= Sample size determination =

Statistical considerations on how many observations to make

Sample size determination or estimation is the act of choosing the number of observations or replicates to include in a statistical sample. The sample size is an important feature of any empirical study in which the goal is to make inferences about a population from a sample. In practice, the sample size used in a study is usually determined based on the cost, time, or convenience of collecting the data, and the need for it to offer sufficient statistical power. In complex studies, different sample sizes may be allocated, such as in stratified surveys or experimental designs with multiple treatment groups. In a census, data is sought for an entire population, hence the intended sample size is equal to the population. In experimental design, where a study may be divided into different treatment groups, there may be different sample sizes for each group.

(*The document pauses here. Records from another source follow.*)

package hydraulics

import (
	"errors"
	"fmt"
	"math"
	"strings"
	"testing"

	"github.com/google/go-cmp/cmp"
)

func TestLookupPipeSch40(t *testing.T) {
	// ASME B36.10M Schedule 40, metric columns, references §4.1: bore =
	// OD - 2t in mm as tabulated in B36.10M.
	tests := []struct {
		size           string
		od, wall, bore float64 // mm
	}{
		{"DN15", 21.3, 2.77, 15.76},
		{"3/4", 26.7, 2.87, 20.96},
		{"1in", 33.4, 3.38, 26.64},
		{"1-1/4", 42.2, 3.56, 35.08},
		{"1 1/2", 48.3, 3.68, 40.94},
		{"2", 60.3, 3.91, 52.48},
		{"2-1/2", 73.0, 5.16, 62.68},
		{"NPS 3", 88.9, 5.49, 77.92},
		{"3.5", 101.6, 5.74, 90.12},
		{`4"`, 114.3, 6.02, 102.26},
		{"DN125", 141.3, 6.55, 128.20},
		{"150", 168.3, 7.11, 154.08},
		{"dn 200", 219.1, 8.18, 202.74},
		{"10", 273.0, 9.27, 254.46},
		{"12", 323.8, 10.31, 303.18},
	}
	for _, tc := range tests {
		t.Run(tc.size, func(t *testing.T) {
			p, err := LookupPipe("sch40", tc.size)
			if err != nil {
				t.Fatal(err)
			}
			if math.Abs(p.OutsideDiameter*1e3-tc.od) > 1e-9 || math.Abs(p.Wall*1e3-tc.wall) > 1e-9 || math.Abs(p.Bore*1e3-tc.bore) > 1e-9 {
				t.Errorf("LookupPipe(sch40, %q) = OD %g wall %g bore %g mm; want %g %g %g", tc.size, p.OutsideDiameter*1e3, p.Wall*1e3, p.Bore*1e3, tc.od, tc.wall, tc.bore)
			}
			if p.Roughness != RoughnessSteel {
				t.Errorf("roughness = %g, want %g", p.Roughness, RoughnessSteel)
			}
		})
	}
}

func TestLookupPipeSch80(t *testing.T) {
	// ASME B36.10M Schedule 80: inch table (wall, ID) from public
	// reproductions of B36.10M; the metric wall and bore OD - 2t must agree
	// with the inch values to the rounding of the metric columns (OD to
	// 0.1 mm, so bore to 0.1 mm; wall to 0.01 mm).
	tests := []struct {
		size   string
		wallIn float64
		idIn   float64
	}{
		{"1/2", 0.147, 0.546},
		{"1", 0.179, 0.957},
		{"2", 0.218, 1.939},
		{"4", 0.337, 3.826},
		{"6", 0.432, 5.761},
		{"12", 0.688, 11.374},
	}
	for _, tc := range tests {
		p, err := LookupPipe("Sch 80", tc.size)
		if err != nil {
			t.Fatal(err)
		}
		if math.Abs(p.Wall-tc.wallIn*0.0254) > 0.01e-3 || math.Abs(p.Bore-tc.idIn*0.0254) > 0.1e-3 {
			t.Errorf("sch80 %s: wall %.2f bore %.2f mm; want %.2f, %.2f", tc.size, p.Wall*1e3, p.Bore*1e3, tc.wallIn*25.4, tc.idIn*25.4)
		}
	}
}

func TestLookupPipeEN10255(t *testing.T) {
	// EN 10255 (BS 1387 walls), references §4.2: DN -> ID in mm.
	tests := []struct {
		std, size string
		bore      float64
	}{
		{"en10255-m", "DN15", 16.1}, {"en10255-m", "DN20", 21.7}, {"en10255-m", "DN25", 27.3},
		{"en10255-m", "DN32", 36.0}, {"en10255-m", "DN40", 41.9}, {"en10255-m", "DN50", 53.1},
		{"en10255-m", "DN65", 68.9}, {"en10255-m", "DN80", 80.9}, {"en10255-m", "DN100", 105.3},
		{"en10255-m", "DN125", 129.7}, {"en10255-m", "DN150", 155.1},
		{"en10255-h", "1/2", 14.9}, {"en10255-h", "3/4", 20.5}, {"en10255-h", "1", 25.7},
		{"en10255-h", "1-1/4", 34.4}, {"en10255-h", "1-1/2", 40.3}, {"en10255-h", "2", 51.3},
		{"en10255-h", "2-1/2", 67.1}, {"en10255-h", "3", 78.9}, {"en10255-h", "4", 103.5},
		{"en10255-h", "5", 128.9}, {"en10255-h", "6", 154.3},
	}
	for _, tc := range tests {
		p, err := LookupPipe(tc.std, tc.size)
		if err != nil {
			t.Fatal(err)
		}
		if math.Abs(p.Bore*1e3-tc.bore) > 1e-9 {
			t.Errorf("LookupPipe(%s, %s).Bore = %.2f mm, want %.1f", tc.std, tc.size, p.Bore*1e3, tc.bore)
		}
	}
}

func TestLookupPipeTubes(t *testing.T) {
	// EN 1057 copper (makers' EN 1057 size lists: 15x1.0 has bore 13.0,
	// 22x1.0 20.0, 35x1.5 32.0 as printed in a maker's catalogue) and
	// EN 12201-2 PE100 SDR 11 (bore = OD - 2e).
	tests := []struct {
		std, size string
		want      PipeSize
	}{
		{"en1057", "15x1.0", PipeSize{Standard: "en1057", Nominal: "15x1.0", OutsideDiameter: 0.015, Wall: 0.001, Bore: 0.013, Roughness: RoughnessCopper}},
		{"en1057", "22 x 1", PipeSize{Standard: "en1057", Nominal: "22x1.0", OutsideDiameter: 0.022, Wall: 0.001, Bore: 0.020, Roughness: RoughnessCopper}},
		{"en1057", "35×1,5mm", PipeSize{Standard: "en1057", Nominal: "35x1.5", OutsideDiameter: 0.035, Wall: 0.0015, Bore: 0.032, Roughness: RoughnessCopper}},
		{"EN1057", "76.1", PipeSize{Standard: "en1057", Nominal: "76.1x1.5", OutsideDiameter: 0.0761, Wall: 0.0015, Bore: 0.0731, Roughness: RoughnessCopper}},
		{"pe100-sdr11", "63", PipeSize{Standard: "pe100-sdr11", Nominal: "63x5.8", OutsideDiameter: 0.063, Wall: 0.0058, Bore: 0.0514, Roughness: RoughnessPlastic}},
		{"pe100-sdr11", "110mm", PipeSize{Standard: "pe100-sdr11", Nominal: "110x10.0", OutsideDiameter: 0.110, Wall: 0.010, Bore: 0.090, Roughness: RoughnessPlastic}},
	}
	approx := cmp.Comparer(func(a, b float64) bool { return math.Abs(a-b) <= 1e-12 })
	for _, tc := range tests {
		t.Run(tc.std+" "+tc.size, func(t *testing.T) {
			got, err := LookupPipe(tc.std, tc.size)
			if err != nil {
				t.Fatal(err)
			}
			if diff := cmp.Diff(tc.want, got, approx); diff != "" {
				t.Errorf("LookupPipe(%q, %q) mismatch (-want +got):\n%s", tc.std, tc.size, diff)
			}
		})
	}
}

func TestLookupPipeErrors(t *testing.T) {
	tests := []struct {
		std, size string
		msg       string
	}{
		{"sch10", "2", "sch40, sch80"},
		{"sch40", "DN18", "DN15 (1/2in)"},
		{"sch40", "14", "not listed"},
		{"sch40", "1/0", "not a size"},
		{"sch40", "two", "not a size"},
		{"sch40", "1e1", "not a size"},
		{"en1057", "22", "several walls"},
		{"en1057", "23x1", "15x0.7"},
		{"pe100-sdr11", "x", "not OD x wall"},
		{"en10255-m", "DN300", "DN150 (6in)"},
		{"sch40", "", "not a size"},
	}
	for _, tc := range tests {
		t.Run(tc.std+" "+tc.size, func(t *testing.T) {
			p, err := LookupPipe(tc.std, tc.size)
			if !errors.Is(err, ErrUnknown) || !strings.Contains(err.Error(), tc.msg) {
				t.Errorf("LookupPipe(%q, %q) = %+v, %v; want ErrUnknown mentioning %q", tc.std, tc.size, p, err, tc.msg)
			}
		})
	}
}

func TestStandardsAndSizes(t *testing.T) {
	want := []string{"en10255-h", "en10255-m", "en1057", "pe100-sdr11", "sch40", "sch80"}
	if diff := cmp.Diff(want, Standards()); diff != "" {
		t.Errorf("Standards() mismatch (-want +got):\n%s", diff)
	}
	for _, std := range Standards() {
		sizes, err := Sizes(std)
		if err != nil || len(sizes) == 0 {
			t.Fatalf("Sizes(%s) = %d sizes, %v", std, len(sizes), err)
		}
		if _, err := StandardTitle(std); err != nil {
			t.Errorf("StandardTitle(%s): %v", std, err)
		}
		for i, s := range sizes {
			if !(s.Bore > 0) || math.Abs(s.Bore-(s.OutsideDiameter-2*s.Wall)) > 1e-15 || s.Standard != std {
				t.Errorf("%s %s: inconsistent %+v", std, s.Nominal, s)
			}
			if i > 0 && !(s.OutsideDiameter >= sizes[i-1].OutsideDiameter) {
				t.Errorf("%s: sizes not in order at %s", std, s.Nominal)
			}
			// Every listed nominal name looks itself up.
			back, err := LookupPipe(std, s.Nominal)
			if err != nil || back != s {
				t.Errorf("LookupPipe(%s, %s) = %+v, %v; want %+v", std, s.Nominal, back, err, s)
			}
			if err := s.Pipe(1).Validate(); err != nil {
				t.Errorf("%s %s: %v", std, s.Nominal, err)
			}
		}
	}
}

// TestStandardRoughness checks each standard's roughness against the
// material constants (sources beside them) and that names fold as
// LookupPipe folds them.
func TestStandardRoughness(t *testing.T) {
	for _, tc := range []struct {
		std  string
		want float64
	}{
		{"sch40", RoughnessSteel}, {"Schedule 80", RoughnessSteel}, {"EN10255_M", RoughnessSteel},
		{"en10255-h", RoughnessSteel}, {"EN 1057", RoughnessCopper}, {"pe100-sdr11", RoughnessPlastic},
	} {
		got, err := StandardRoughness(tc.std)
		if err != nil || got != tc.want {
			t.Errorf("StandardRoughness(%q) = %g, %v; want %g", tc.std, got, err, tc.want)
		}
	}
	if _, err := StandardRoughness("sch10"); !errors.Is(err, ErrUnknown) {
		t.Errorf("StandardRoughness(sch10) error = %v, want ErrUnknown", err)
	}
}

// refNormStandard is the name folding as first written, with a
// strings.Replacer: the oracle of FuzzNormStandard.
func refNormStandard(s string) string {
	s = strings.ToLower(strings.TrimSpace(s))
	s = strings.ReplaceAll(s, "schedule", "sch")
	return strings.NewReplacer(" ", "", "_", "-", ".", "").Replace(s)
}

func FuzzNormStandard(f *testing.F) {
	for _, s := range []string{"Sch 40", "SCH40", "schedule 40", " EN_10255-m ", "pe100.sdr11", "é_ .x", "sched ule", ""} {
		f.Add(s)
	}
	f.Fuzz(func(t *testing.T, s string) {
		if got, want := normStandard(s), refNormStandard(s); got != want {
			t.Errorf("normStandard(%q) = %q, want %q", s, got, want)
		}
	})
}

func FuzzLookupPipe(f *testing.F) {
	for _, s := range []string{"DN50", "2", "1-1/4", "1 1/4", `3/4"`, "22x1.0", "63", "1e3", "-1", "0/0", "x", ""} {
		f.Add("sch40", s)
		f.Add("en1057", s)
	}
	f.Fuzz(func(t *testing.T, std, size string) {
		p, err := LookupPipe(std, size)
		if err != nil {
			if !errors.Is(err, ErrUnknown) {
				t.Errorf("LookupPipe(%q, %q) error %v does not wrap ErrUnknown", std, size, err)
			}
			return
		}
		if !(p.Bore > 0) || !(p.Bore < p.OutsideDiameter) || p.Roughness <= 0 {
			t.Errorf("LookupPipe(%q, %q) = %+v: inconsistent size", std, size, p)
		}
	})
}

func ExampleLookupPipe() {
	p, err := LookupPipe("sch40", "1-1/4")
	if err != nil {
		fmt.Println(err)
		return
	}
	fmt.Printf("%s %s: bore %.2f mm\n", p.Standard, p.Nominal, p.Bore*1e3)
	_, err = LookupPipe("en1057", "22")
	fmt.Println(err)
	// Output:
	// sch40 DN32: bore 35.08 mm
	// pipe catalogue: en1057 size "22" has several walls; write OD x wall (valid: 15x0.7, 15x1.0, 22x0.9, 22x1.0, 22x1.2, 28x0.9, 28x1.0, 28x1.2, 35x1.2, 35x1.5, 42x1.2, 42x1.5, 54x1.2, 54x2.0, 66.7x1.2, 76.1x1.5, 108x1.5, 133x1.5, 159x2.0)
}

Sample sizes may be chosen in several ways:
- using experience – small samples, though sometimes unavoidable, can result in wide confidence intervals and risk of errors in statistical hypothesis testing.
- using a target variance for an estimate to be derived from the sample eventually obtained, i.e., if a high precision is required (narrow confidence interval) this translates to a low target variance of the estimator.
- the use of a power target, i.e. the power of statistical test to be applied once the sample is collected.
- using a confidence level, i.e. the larger the required confidence level, the larger the sample size (given a constant precision requirement).

==Introduction==

Sample size determination is a crucial aspect of research methodology that plays a significant role in ensuring the reliability and validity of study findings. In order to influence the accuracy of estimates, the power of statistical tests, and the general robustness of the research findings, it entails carefully choosing the number of participants or data points to be included in a study.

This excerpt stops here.